INSTRUCTIONS FOR THE TASK.
Below this line is the material. Write out only its lines from the one containing "as in episodes." through the one containing "when no insulin).", both kept, exactly.
Top of RECORDS PROVIDED
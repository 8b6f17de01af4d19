-- episode_causes: the possible causes of each high-potassium episode, one row per (episode,
-- cause), with the evidence a reviewer needs to see why. Multi-label: an episode may have
-- several causes; an episode with none has one row with cause 'none_identified'.
--
-- DEFINITION (onset = the episode's onset_at; every window is a study parameter)
--  drug classes (cause = the class name, cause_group 'drug'): an era of the class
--      (exposure_eras) with era_start <= onset and onset <= era_end + the class's lookback
--      (default $drug_lookback_hours, 168 h; potassium 48 h, suxamethonium 1 h), and, where the
--      class sets them, onset - era_start <= started_within_days (trimethoprim 14 days) and
--      onset - era_start >= min_exposure_days (heparins 3 days). Of several such eras the one
--      that started last is the evidence. The class `potassium` (supplements and IV
--      potassium) is the iatrogenic cause. Comparator classes (cause = false in the study, e.g.
--      calcium-channel blockers) are never causes.
--  acute_kidney_injury (group 'kidney'): a kidney_function result with aki collected from
--      $aki_before_hours (168) before to $aki_after_hours (24) after onset (inclusive); the
--      evidence is the highest stage, then the earliest.
--  ckd_g3b_or_worse (group 'kidney'): the baseline eGFR (episode_kidney: the median eGFR of
--      the year up to and including onset) is strictly below $ckd_egfr_below (45: KDIGO G3b,
--      G4, G5).
--  hyperglycemia, metabolic_acidosis, hyperosmolality, rhabdomyolysis, tumour_lysis (group
--      'lab'): a lab_conditions finding within $lab_window_hours (24) before or after onset
--      (inclusive); the evidence is the one nearest to onset, then the earliest.
--  adrenal_insufficiency (group 'diagnosis'): a diagnosis whose ICD-10 code (dots ignored)
--      starts with one of $adrenal_icd10 (E27.1-E27.4, N25.8), recorded at or before onset or on
--      the episode's covering encounter.
--
-- Every episode of the episodes table is attributed, unconfirmed ones too (reports choose).
--
-- COLUMNS: episode_id, patient_id, onset_at, cause, cause_group, evidence_id (era_id,
-- result_id or the ICD-10 code), evidence_at (era start, result or diagnosis time),
-- evidence_value (eGFR, creatinine, glucose ...; NULL for drugs and diagnoses), evidence (in
-- words).
--
-- PARAMETERS: $drug_class_codes, $drug_lookback_hours, $aki_before_hours, $aki_after_hours,
-- $ckd_egfr_below, $lab_window_hours, $adrenal_icd10.

CREATE VIEW drug_class_windows AS
SELECT drug_class, MIN(lookback_us) AS lookback_us, MIN(started_within_us) AS started_within_us,
       MIN(min_exposure_us) AS min_exposure_us
FROM $drug_class_codes
WHERE is_cause = 1
GROUP BY drug_class;

CREATE VIEW episode_drug_causes AS
SELECT episode_id, patient_id, onset_at, drug_class AS cause, 'drug' AS cause_group,
       era_id AS evidence_id, era_start AS evidence_at, CAST(NULL AS DOUBLE) AS evidence_value,
       drug_class || ' era from ' || to_char(era_start, '%Y-%m-%d %H:%M') || ' to ' ||
           to_char(era_end, '%Y-%m-%d %H:%M') || ' UTC, day ' ||
           CAST(floor((onset_us - start_us) / 86400000000.0) + 1 AS BIGINT) || ' at onset, ' ||
           CASE WHEN new_user THEN 'new user' ELSE 'prevalent user' END ||
           CASE WHEN onset_us > end_us THEN ', ended before onset' ELSE '' END AS evidence
FROM (
    SELECT o.*, x.era_id, x.drug_class, x.era_start, x.era_end, x.new_user,
           CAST(x.era_start AS BIGINT) AS start_us, CAST(x.era_end AS BIGINT) AS end_us,
           ROW_NUMBER() OVER (PARTITION BY o.episode_id, x.drug_class
                              ORDER BY x.era_start DESC, x.era_id) AS rank
    FROM episode_onsets o
    JOIN exposure_eras x ON x.patient_id = o.patient_id
    JOIN drug_class_windows w ON w.drug_class = x.drug_class
    WHERE CAST(x.era_start AS BIGINT) <= o.onset_us
      AND o.onset_us <= CAST(x.era_end AS BIGINT) + w.lookback_us
      AND o.onset_us - CAST(x.era_start AS BIGINT) <= w.started_within_us
      AND o.onset_us - CAST(x.era_start AS BIGINT) >= w.min_exposure_us
) AS matched
WHERE rank = 1;

CREATE VIEW episode_aki_causes AS
SELECT episode_id, patient_id, onset_at, 'acute_kidney_injury' AS cause, 'kidney' AS cause_group,
       result_id AS evidence_id, collected_at AS evidence_at, creatinine_mg_dl AS evidence_value,
       'creatinine ' || round(creatinine_mg_dl, 2) || ' mg/dL at ' ||
           to_char(collected_at, '%Y-%m-%d %H:%M') || ' UTC, KDIGO stage ' || aki_stage ||
           coalesce(', ' || round(ratio, 2) || ' x the lowest of the prior days', '') AS evidence
FROM (
    SELECT o.*, k.result_id, k.collected_at, k.creatinine_mg_dl, k.aki_stage, k.ratio,
           ROW_NUMBER() OVER (PARTITION BY o.episode_id
                              ORDER BY k.aki_stage DESC, k.collected_at, k.result_id) AS rank
    FROM episode_onsets o
    JOIN kidney_function k ON k.patient_id = o.patient_id
    WHERE k.aki
      AND CAST(k.collected_at AS BIGINT) >= o.onset_us - $aki_before_hours_us
      AND CAST(k.collected_at AS BIGINT) <= o.onset_us + $aki_after_hours_us
) AS matched
WHERE rank = 1;

CREATE VIEW episode_ckd_causes AS
SELECT o.episode_id, o.patient_id, o.onset_at, 'ckd_g3b_or_worse' AS cause,
       'kidney' AS cause_group, b.latest_egfr_result_id AS evidence_id,
       b.latest_egfr_at AS evidence_at, b.baseline_egfr AS evidence_value,
       'baseline eGFR ' || round(b.baseline_egfr, 1) || ' mL/min/1.73 m2 (' ||
           b.baseline_gfr_category || ', median of ' || b.n_egfr ||
           ' result(s) in the year up to onset)' AS evidence
FROM episode_onsets o
JOIN episode_kidney b ON b.episode_id = o.episode_id
WHERE b.baseline_egfr < $ckd_egfr_below;

CREATE VIEW episode_lab_causes AS
SELECT episode_id, patient_id, onset_at, condition AS cause, 'lab' AS cause_group,
       result_id AS evidence_id, at AS evidence_at, value AS evidence_value,
       detail || ' at ' || to_char(at, '%Y-%m-%d %H:%M') || ' UTC' AS evidence
FROM (
    SELECT o.*, c.condition, c.result_id, c.at, c.value, c.detail,
           ROW_NUMBER() OVER (PARTITION BY o.episode_id, c.condition
                              ORDER BY abs(CAST(c.at AS BIGINT) - o.onset_us), c.at, c.result_id)
               AS rank
    FROM episode_onsets o
    JOIN lab_conditions c ON c.patient_id = o.patient_id
    WHERE CAST(c.at AS BIGINT) >= o.onset_us - $lab_window_hours_us
      AND CAST(c.at AS BIGINT) <= o.onset_us + $lab_window_hours_us
) AS matched
WHERE rank = 1;

CREATE VIEW episode_diagnosis_causes AS
SELECT episode_id, patient_id, onset_at, 'adrenal_insufficiency' AS cause,
       'diagnosis' AS cause_group, icd10 AS evidence_id, recorded_at AS evidence_at,
       CAST(NULL AS DOUBLE) AS evidence_value,
       'diagnosis ' || icd10 || ' recorded ' || to_char(recorded_at, '%Y-%m-%d %H:%M') || ' UTC'
           AS evidence
FROM (
    SELECT o.*, d.icd10, d.recorded_at,
           ROW_NUMBER() OVER (PARTITION BY o.episode_id ORDER BY d.recorded_at, d.icd10) AS rank
    FROM episode_onsets o
    JOIN diagnoses d ON d.patient_id = o.patient_id
    WHERE atc_matches_any(replace(d.icd10, '.', ''), $adrenal_icd10)
      AND (d.recorded_at <= o.onset_at OR d.encounter_id = o.encounter_id)
) AS matched
WHERE rank = 1;

CREATE VIEW episode_found_causes AS
SELECT * FROM episode_drug_causes
UNION ALL SELECT * FROM episode_aki_causes
UNION ALL SELECT * FROM episode_ckd_causes
UNION ALL SELECT * FROM episode_lab_causes
UNION ALL SELECT * FROM episode_diagnosis_causes;

-- Every episode with its causes; an episode without any gets one 'none_identified' row (a left
-- join, so the cause views run once).
SELECT
    o.episode_id,
    o.patient_id,
    o.onset_at,
    coalesce(f.cause, 'none_identified') AS cause,
    coalesce(f.cause_group, 'none') AS cause_group,
    f.evidence_id,
    f.evidence_at,
    f.evidence_value,
    coalesce(f.evidence, 'no drug, kidney, laboratory or diagnosis cause found in the windows')
        AS evidence
FROM episode_onsets o
LEFT JOIN episode_found_causes f ON f.episode_id = o.episode_id
ORDER BY o.patient_id, o.onset_at, o.episode_id, cause_group, cause;
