-- episode_register: one row per high-potassium episode with everything the monthly report and a
-- reviewer read about it: local month, setting, unit, severity, causes, and the process and
-- safety indicators.
--
-- DEFINITION
--   month                 local calendar month of onset_at ($local_months).
--   setting, unit, ...    as in episodes.
--   causes, drug_classes  as in episode_cause_summary.
--   severe_treated_1h,    for severe episodes only (NULL otherwise): the first potassium-lowering
--   severe_treated_4h     treatment at most 60 / 240 minutes after the onset result was
--                         reported (resulted_at; collected_at when resulted_at is missing),
--                         false when later or never within the treatment window.
--   repeat_within_4h      a used potassium result collected strictly after onset and at most 4 h
--                         after it.
--   insulin_given         insulin among the treatments of the window; hypoglycemia after it as
--                         in episode_outcomes (NULL when no insulin).
--   rebound, died_within_window  as in episode_outcomes.
--
-- PARAMETERS: none of its own (the views of unit_months.sql and the derived tables).

SELECT
    m.month,
    e.episode_id,
    e.patient_id,
    e.onset_at,
    e.setting,
    e.unit,
    e.encounter_class,
    e.unconfirmed,
    e.severity,
    e.ctcae_grade,
    e.peak_value,
    s.causes,
    s.drug_classes,
    s.none_identified,
    s.baseline_gfr_category,
    CASE WHEN e.severity = 'severe' THEN
        coalesce(o.first_treatment_at IS NOT NULL
            AND CAST(o.first_treatment_at AS BIGINT)
                <= CAST(coalesce(o.onset_resulted_at, e.onset_at) AS BIGINT) + 3600000000, false)
    END AS severe_treated_1h,
    CASE WHEN e.severity = 'severe' THEN
        coalesce(o.first_treatment_at IS NOT NULL
            AND CAST(o.first_treatment_at AS BIGINT)
                <= CAST(coalesce(o.onset_resulted_at, e.onset_at) AS BIGINT) + 14400000000, false)
    END AS severe_treated_4h,
    coalesce(o.repeat_delay_hours <= 4.0, false) AS repeat_within_4h,
    o.first_insulin_at IS NOT NULL AS insulin_given,
    CASE WHEN o.first_insulin_at IS NOT NULL THEN o.hypoglycemia END AS hypoglycemia_after_insulin,
    o.rebound,
    o.died_within_window
FROM episodes e
JOIN local_months m
    ON m.start_us <= CAST(e.onset_at AS BIGINT) AND CAST(e.onset_at AS BIGINT) < m.end_us
LEFT JOIN episode_cause_summary s ON s.episode_id = e.episode_id
LEFT JOIN episode_outcomes o ON o.episode_id = e.episode_id
ORDER BY m.month, e.unit, e.onset_at, e.episode_id;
Bottom of RECORDS PROVIDED
YOUR RESPONSE.
--   setting, unit, ...    as in episodes.
--   causes, drug_classes  as in episode_cause_summary.
--   severe_treated_1h,    for severe episodes only (NULL otherwise): the first potassium-lowering
--   severe_treated_4h     treatment at most 60 / 240 minutes after the onset result was
--                         reported (resulted_at; collected_at when resulted_at is missing),
--                         false when later or never within the treatment window.
--   repeat_within_4h      a used potassium result collected strictly after onset and at most 4 h
--                         after it.
--   insulin_given         insulin among the treatments of the window; hypoglycemia after it as
--                         in episode_outcomes (NULL when no insulin).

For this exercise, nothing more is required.